-- Opening Marker --

"""TIFF files, also big ones and DNG: strips or tiles, one picture or many."""

from __future__ import annotations

import logging
from collections.abc import Iterator
from math import prod
from pathlib import Path
from typing import Any

import numpy as np
import tifffile
from numpy.typing import NDArray

from dic.errors import FrameError
from dic.frames.page import MOSAICS, MOST_BYTES, MOST_PAGES, Page, checked, not_grey, too_many, wrong_depth

# What is wrong with a file is said once, by the error that names it.
logging.getLogger("tifffile").addHandler(logging.NullHandler())

#: Compressions that are read: none, LZW, deflate under its two numbers, PackBits.
_COMPRESSIONS = {1, 5, 8, 32946, 32773}
_WHITE_IS_ZERO, _BLACK_IS_ZERO, _RGB, _CFA = 0, 1, 2, 32803
_CFA_PATTERN, _CFA_SIZE = 33422, 33421
#: DNG puts the full picture into a branch, and a small view of it in front.
_MOST_BRANCHES = 16


def tiff_pages(path: Path) -> list[Page]:
    """List the full-size pictures of a TIFF file."""
    found: list[Page] = []
    with tifffile.TiffFile(path) as tiff:
        try:
            for index, page in enumerate(tiff.pages):
                if index >= MOST_PAGES:
                    raise too_many(path)
                if isinstance(page, tifffile.TiffPage) and not page.is_reduced:
                    found.append(_page(path, index, page))
            if not found:
                found = [_page(path, -1 - k, page) for k, page in enumerate(_branches(tiff))][:1]
        except Exception as error:
            if not found:
                raise
            # The chain of pages is broken here; those before it are sound.
            said = error.what if isinstance(error, FrameError) else " ".join(str(error).split())[:120]
            found.append(Page(path, len(found), damage=f"the file is damaged from here on ({said})"))
    return found


def tiff_read(page: Page) -> NDArray[Any]:
    """Read a page's stored values, shape (rows, columns) or (rows, columns, channels)."""
    with tifffile.TiffFile(page.path) as tiff:
        one: Any
        if page.index < 0:
            one = next(branch for k, branch in enumerate(_branches(tiff)) if k == -1 - page.index)
        else:
            one = tiff.pages[page.index]
        if _page(page.path, page.index, one).shape != page.shape:
            raise ValueError("its size changed")
        values = np.asarray(one.asarray(maxworkers=1))
        return np.moveaxis(values, 0, -1) if _planes_first(one) else values


def _branches(tiff: tifffile.TiffFile) -> Iterator[tifffile.TiffPage]:
    """Yield the full-size pictures in the branches of the first page."""
    pages = tiff.pages.first.pages
    for page in list(pages)[:_MOST_BRANCHES] if pages is not None else ():
        if isinstance(page, tifffile.TiffPage) and not page.is_reduced:
            yield page


def _page(path: Path, index: int, page: tifffile.TiffPage) -> Page:
    colour = page.photometric == _RGB
    kind = "colour" if colour else _single_channel(path, page)
    bits = page.bitspersample
    if not isinstance(bits, int) or not 8 <= bits <= 16 or page.sampleformat != 1:
        many = " and ".join(map(str, bits)) if isinstance(bits, tuple) else bits
        raise wrong_depth(path, f"{many}-bit{'' if page.sampleformat == 1 else ' signed or floating'}")
    wanted = 3 if colour else 1
    if page.imagedepth != 1 or page.samplesperpixel < wanted:
        raise not_grey(path, f"{page.samplesperpixel} channels, {page.imagedepth} layers")
    extra = page.samplesperpixel - wanted
    if extra > 1:
        raise not_grey(path, f"{page.samplesperpixel} channels")
    found = checked(
        Page(path, index, (page.imagelength, page.imagewidth), 2**bits - 1, kind, alpha=extra == 1)
    )
    _check_storage(path, page)
    return found


def _single_channel(path: Path, page: tifffile.TiffPage) -> str:
    """Tell what one value per pixel means."""
    if page.photometric == _BLACK_IS_ZERO:
        return "grey"
    if page.photometric == _WHITE_IS_ZERO:
        return "white is zero"
    if page.photometric == _CFA:
        pattern, size = (page.tags.valueof(tag) for tag in (_CFA_PATTERN, _CFA_SIZE))
        sites = "".join("RGB"[site] if site < 3 else "?" for site in bytes(pattern or b""))
        if sites in MOSAICS and (size is None or tuple(size) == (2, 2)):
            return sites
        raise not_grey(path, "its mosaic is not one of " + ", ".join(MOSAICS))
    # A palette's numbers are no brightness, and decoders would hand them out like grey values.
    try:
        colours = tifffile.PHOTOMETRIC(page.photometric).name.lower()
    except ValueError:
        colours = f"photometric interpretation {page.photometric}"
    raise not_grey(path, f"its colours are {colours}")


def _check_storage(path: Path, page: tifffile.TiffPage) -> None:
    """Refuse what would be decoded to something absurd, or filled up where the file holds nothing."""
    if page.compression not in _COMPRESSIONS:
        raise FrameError(
            f"is compressed in a way that is not read ({int(page.compression)})",
            where=str(path),
            remedy="save frames without compression, or as LZW, deflate or PackBits",
        )
    size = path.stat().st_size
    ends = [o + n for o, n in zip(page.dataoffsets, page.databytecounts, strict=False)]
    if len(ends) != prod(page.chunked) or len(page.dataoffsets) != len(page.databytecounts):
        raise ValueError("it lists fewer strips or tiles than the picture has")
    if not all(page.databytecounts) or not all(page.dataoffsets):
        raise ValueError("a strip or tile is empty")
    if max(ends) > size:
        raise ValueError(f"it ends after {size} bytes where {max(ends)} are needed")
    chunk = prod(page.chunks) * (1 if page.bitspersample == 8 else 2)
    if chunk > MOST_BYTES:
        raise ValueError(f"it claims strips or tiles of {page.chunks} values")
    # No compression makes noise twice as long.
    if max(page.databytecounts) > 2 * chunk + 65536:
        raise ValueError("a strip or tile is far longer than its values")


def _planes_first(page: tifffile.TiffPage) -> bool:
    """Whether each channel is stored as a picture of its own."""
    return bool(page.samplesperpixel > 1 and page.planarconfig == 2)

-- Closing Marker --

(Work to be completed):
Output the entries exactly. Leave nothing out.

(Exercise response):
"""TIFF files, also big ones and DNG: strips or tiles, one picture or many."""

from __future__ import annotations

import logging
from collections.abc import Iterator
from math import prod
from pathlib import Path
from typing import Any

import numpy as np
import tifffile
from numpy.typing import NDArray

from dic.errors import FrameError
from dic.frames.page import MOSAICS, MOST_BYTES, MOST_PAGES, Page, checked, not_grey, too_many, wrong_depth

# What is wrong with a file is said once, by the error that names it.
logging.getLogger("tifffile").addHandler(logging.NullHandler())

#: Compressions that are read: none, LZW, deflate under its two numbers, PackBits.
_COMPRESSIONS = {1, 5, 8, 32946, 32773}
_WHITE_IS_ZERO, _BLACK_IS_ZERO, _RGB, _CFA = 0, 1, 2, 32803
_CFA_PATTERN, _CFA_SIZE = 33422, 33421
#: DNG puts the full picture into a branch, and a small view of it in front.
_MOST_BRANCHES = 16


def tiff_pages(path: Path) -> list[Page]:
    """List the full-size pictures of a TIFF file."""
    found: list[Page] = []
    with tifffile.TiffFile(path) as tiff:
        try:
            for index, page in enumerate(tiff.pages):
                if index >= MOST_PAGES:
                    raise too_many(path)
                if isinstance(page, tifffile.TiffPage) and not page.is_reduced:
                    found.append(_page(path, index, page))
            if not found:
                found = [_page(path, -1 - k, page) for k, page in enumerate(_branches(tiff))][:1]
        except Exception as error:
            if not found:
                raise
            # The chain of pages is broken here; those before it are sound.
            said = error.what if isinstance(error, FrameError) else " ".join(str(error).split())[:120]
            found.append(Page(path, len(found), damage=f"the file is damaged from here on ({said})"))
    return found


def tiff_read(page: Page) -> NDArray[Any]:
    """Read a page's stored values, shape (rows, columns) or (rows, columns, channels)."""
    with tifffile.TiffFile(page.path) as tiff:
        one: Any
        if page.index < 0:
            one = next(branch for k, branch in enumerate(_branches(tiff)) if k == -1 - page.index)
        else:
            one = tiff.pages[page.index]
        if _page(page.path, page.index, one).shape != page.shape:
            raise ValueError("its size changed")
        values = np.asarray(one.asarray(maxworkers=1))
        return np.moveaxis(values, 0, -1) if _planes_first(one) else values


def _branches(tiff: tifffile.TiffFile) -> Iterator[tifffile.TiffPage]:
    """Yield the full-size pictures in the branches of the first page."""
    pages = tiff.pages.first.pages
    for page in list(pages)[:_MOST_BRANCHES] if pages is not None else ():
        if isinstance(page, tifffile.TiffPage) and not page.is_reduced:
            yield page


def _page(path: Path, index: int, page: tifffile.TiffPage) -> Page:
    colour = page.photometric == _RGB
    kind = "colour" if colour else _single_channel(path, page)
    bits = page.bitspersample
    if not isinstance(bits, int) or not 8 <= bits <= 16 or page.sampleformat != 1:
        many = " and ".join(map(str, bits)) if isinstance(bits, tuple) else bits
        raise wrong_depth(path, f"{many}-bit{'' if page.sampleformat == 1 else ' signed or floating'}")
    wanted = 3 if colour else 1
    if page.imagedepth != 1 or page.samplesperpixel < wanted:
        raise not_grey(path, f"{page.samplesperpixel} channels, {page.imagedepth} layers")
    extra = page.samplesperpixel - wanted
    if extra > 1:
        raise not_grey(path, f"{page.samplesperpixel} channels")
    found = checked(
        Page(path, index, (page.imagelength, page.imagewidth), 2**bits - 1, kind, alpha=extra == 1)
    )
    _check_storage(path, page)
    return found


def _single_channel(path: Path, page: tifffile.TiffPage) -> str:
    """Tell what one value per pixel means."""
    if page.photometric == _BLACK_IS_ZERO:
        return "grey"
    if page.photometric == _WHITE_IS_ZERO:
        return "white is zero"
    if page.photometric == _CFA:
        pattern, size = (page.tags.valueof(tag) for tag in (_CFA_PATTERN, _CFA_SIZE))
        sites = "".join("RGB"[site] if site < 3 else "?" for site in bytes(pattern or b""))
        if sites in MOSAICS and (size is None or tuple(size) == (2, 2)):
            return sites
        raise not_grey(path, "its mosaic is not one of " + ", ".join(MOSAICS))
    # A palette's numbers are no brightness, and decoders would hand them out like grey values.
    try:
        colours = tifffile.PHOTOMETRIC(page.photometric).name.lower()
    except ValueError:
        colours = f"photometric interpretation {page.photometric}"
    raise not_grey(path, f"its colours are {colours}")


def _check_storage(path: Path, page: tifffile.TiffPage) -> None:
    """Refuse what would be decoded to something absurd, or filled up where the file holds nothing."""
    if page.compression not in _COMPRESSIONS:
        raise FrameError(
            f"is compressed in a way that is not read ({int(page.compression)})",
            where=str(path),
            remedy="save frames without compression, or as LZW, deflate or PackBits",
        )
    size = path.stat().st_size
    ends = [o + n for o, n in zip(page.dataoffsets, page.databytecounts, strict=False)]
    if len(ends) != prod(page.chunked) or len(page.dataoffsets) != len(page.databytecounts):
        raise ValueError("it lists fewer strips or tiles than the picture has")
    if not all(page.databytecounts) or not all(page.dataoffsets):
        raise ValueError("a strip or tile is empty")
    if max(ends) > size:
        raise ValueError(f"it ends after {size} bytes where {max(ends)} are needed")
    chunk = prod(page.chunks) * (1 if page.bitspersample == 8 else 2)
    if chunk > MOST_BYTES:
        raise ValueError(f"it claims strips or tiles of {page.chunks} values")
    # No compression makes noise twice as long.
    if max(page.databytecounts) > 2 * chunk + 65536:
        raise ValueError("a strip or tile is far longer than its values")


def _planes_first(page: tifffile.TiffPage) -> bool:
    """Whether each channel is stored as a picture of its own."""
    return bool(page.samplesperpixel > 1 and page.planarconfig == 2)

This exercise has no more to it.